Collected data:
-------------------------

package mqtt_test

import (
	"context"
	"errors"
	"strings"
	"testing"
	"time"

	"github.com/gridloupe/gridloupe/store"
	"github.com/gridloupe/gridloupe/stream/mqtt"
	"github.com/gridloupe/gridloupe/stream/mqtt/mqtttest"
	"github.com/gridloupe/gridloupe/stream/mqtt/topic"
)

// shutdownBound is how soon Run must return after cancel: the README's "exits within a few seconds"
// (offline status wait 1 s + disconnect quiesce 0.25 s inside it).
const shutdownBound = 2 * time.Second

// statusTimeLayout is the status "time" format: RFC 3339 UTC with
// microseconds (DESIGN.md, Time).
const statusTimeLayout = "2006-01-02T15:04:05.000000Z"

func TestDeliverInOrder(t *testing.T) {
	t.Parallel()
	b := mqtttest.Start(t)
	db := openStore(t)
	sub := newSubscriber(t, b.URL(), nil)
	queued := map[uint64]store.Message{}
	var msgs []store.Message
	for i := range 6 {
		msgs = append(msgs, telemetryMsg(i))
		if i%2 == 1 {
			msgs = append(msgs, alarmMsg(i))
		}
	}
	msgs[0].QoS = 0 // telemetry may go at QoS 0; it must still arrive on a healthy link
	for i, s := range queue(t, db, msgs...) {
		queued[s] = msgs[i]
	}
	r := startPub(t, b.URL(), db, func(c *mqtt.Config) { c.InFlight = 4; c.Password = testPass; c.Username = "" })
	waitUntil(t, "all queued messages", func() bool { return len(sub.outboxMsgs(t)) >= len(queued) })

	// Messages queued while running go out after Kick.
	more := []store.Message{alarmMsg(20), telemetryMsg(21)}
	for i, s := range queue(t, db, more...) {
		queued[s] = more[i]
	}
	r.Kick()
	waitUntil(t, "messages queued while running", func() bool { return len(sub.outboxMsgs(t)) >= len(queued) })
	checkDelivery(t, sub.outboxMsgs(t), queued)
	waitUntil(t, "outbox drained", func() bool { return pendingCount(t, db) == 0 })

	st := sub.statuses(t)
	if len(st) == 0 || st[0].Status != "online" {
		t.Fatalf("statuses %+v: want online first (DESIGN.md: online is published on every connect)", st)
	}
	if _, err := time.Parse(statusTimeLayout, st[0].Time); err != nil {
		t.Errorf("online time %q: %v (DESIGN.md: RFC 3339 UTC with microseconds)", st[0].Time, err)
	}
	if st[0].Site != "north-weir-dc2" || st[0].Gateway != "dc2-gw1" {
		t.Errorf("online status site %q gateway %q, want the base's last two levels", st[0].Site, st[0].Gateway)
	}
	// A subscriber arriving later gets the online status as a retained message.
	late := newSubscriber(t, b.URL(), nil)
	waitUntil(t, "retained online for a late subscriber", func() bool { return late.lastStatus(t).Status == "online" })
	if !late.lastStatus(t).retained {
		t.Errorf("online status not retained (MQTT 3.1.1 §3.3.1.3: retained messages reach new subscribers with RETAIN set)")
	}
	s := r.Stats()
	if !s.Connected || !r.Connected() || s.Acked != uint64(len(queued)) || s.Published < uint64(len(queued)) {
		t.Errorf("stats %+v: want connected, %d acked", s, len(queued))
	}
}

-------------------------

**Prompt:**
Each line from the first line of the entries up to and including the line containing "st := sub.statuses(t)" should be transcribed exactly, with all other lines left out.

**Response area:**
package mqtt_test

import (
	"context"
	"errors"
	"strings"
	"testing"
	"time"

	"github.com/gridloupe/gridloupe/store"
	"github.com/gridloupe/gridloupe/stream/mqtt"
	"github.com/gridloupe/gridloupe/stream/mqtt/mqtttest"
	"github.com/gridloupe/gridloupe/stream/mqtt/topic"
)

// shutdownBound is how soon Run must return after cancel: the README's "exits within a few seconds"
// (offline status wait 1 s + disconnect quiesce 0.25 s inside it).
const shutdownBound = 2 * time.Second

// statusTimeLayout is the status "time" format: RFC 3339 UTC with
// microseconds (DESIGN.md, Time).
const statusTimeLayout = "2006-01-02T15:04:05.000000Z"

func TestDeliverInOrder(t *testing.T) {
	t.Parallel()
	b := mqtttest.Start(t)
	db := openStore(t)
	sub := newSubscriber(t, b.URL(), nil)
	queued := map[uint64]store.Message{}
	var msgs []store.Message
	for i := range 6 {
		msgs = append(msgs, telemetryMsg(i))
		if i%2 == 1 {
			msgs = append(msgs, alarmMsg(i))
		}
	}
	msgs[0].QoS = 0 // telemetry may go at QoS 0; it must still arrive on a healthy link
	for i, s := range queue(t, db, msgs...) {
		queued[s] = msgs[i]
	}
	r := startPub(t, b.URL(), db, func(c *mqtt.Config) { c.InFlight = 4; c.Password = testPass; c.Username = "" })
	waitUntil(t, "all queued messages", func() bool { return len(sub.outboxMsgs(t)) >= len(queued) })

	// Messages queued while running go out after Kick.
	more := []store.Message{alarmMsg(20), telemetryMsg(21)}
	for i, s := range queue(t, db, more...) {
		queued[s] = more[i]
	}
	r.Kick()
	waitUntil(t, "messages queued while running", func() bool { return len(sub.outboxMsgs(t)) >= len(queued) })
	checkDelivery(t, sub.outboxMsgs(t), queued)
	waitUntil(t, "outbox drained", func() bool { return pendingCount(t, db) == 0 })

	st := sub.statuses(t)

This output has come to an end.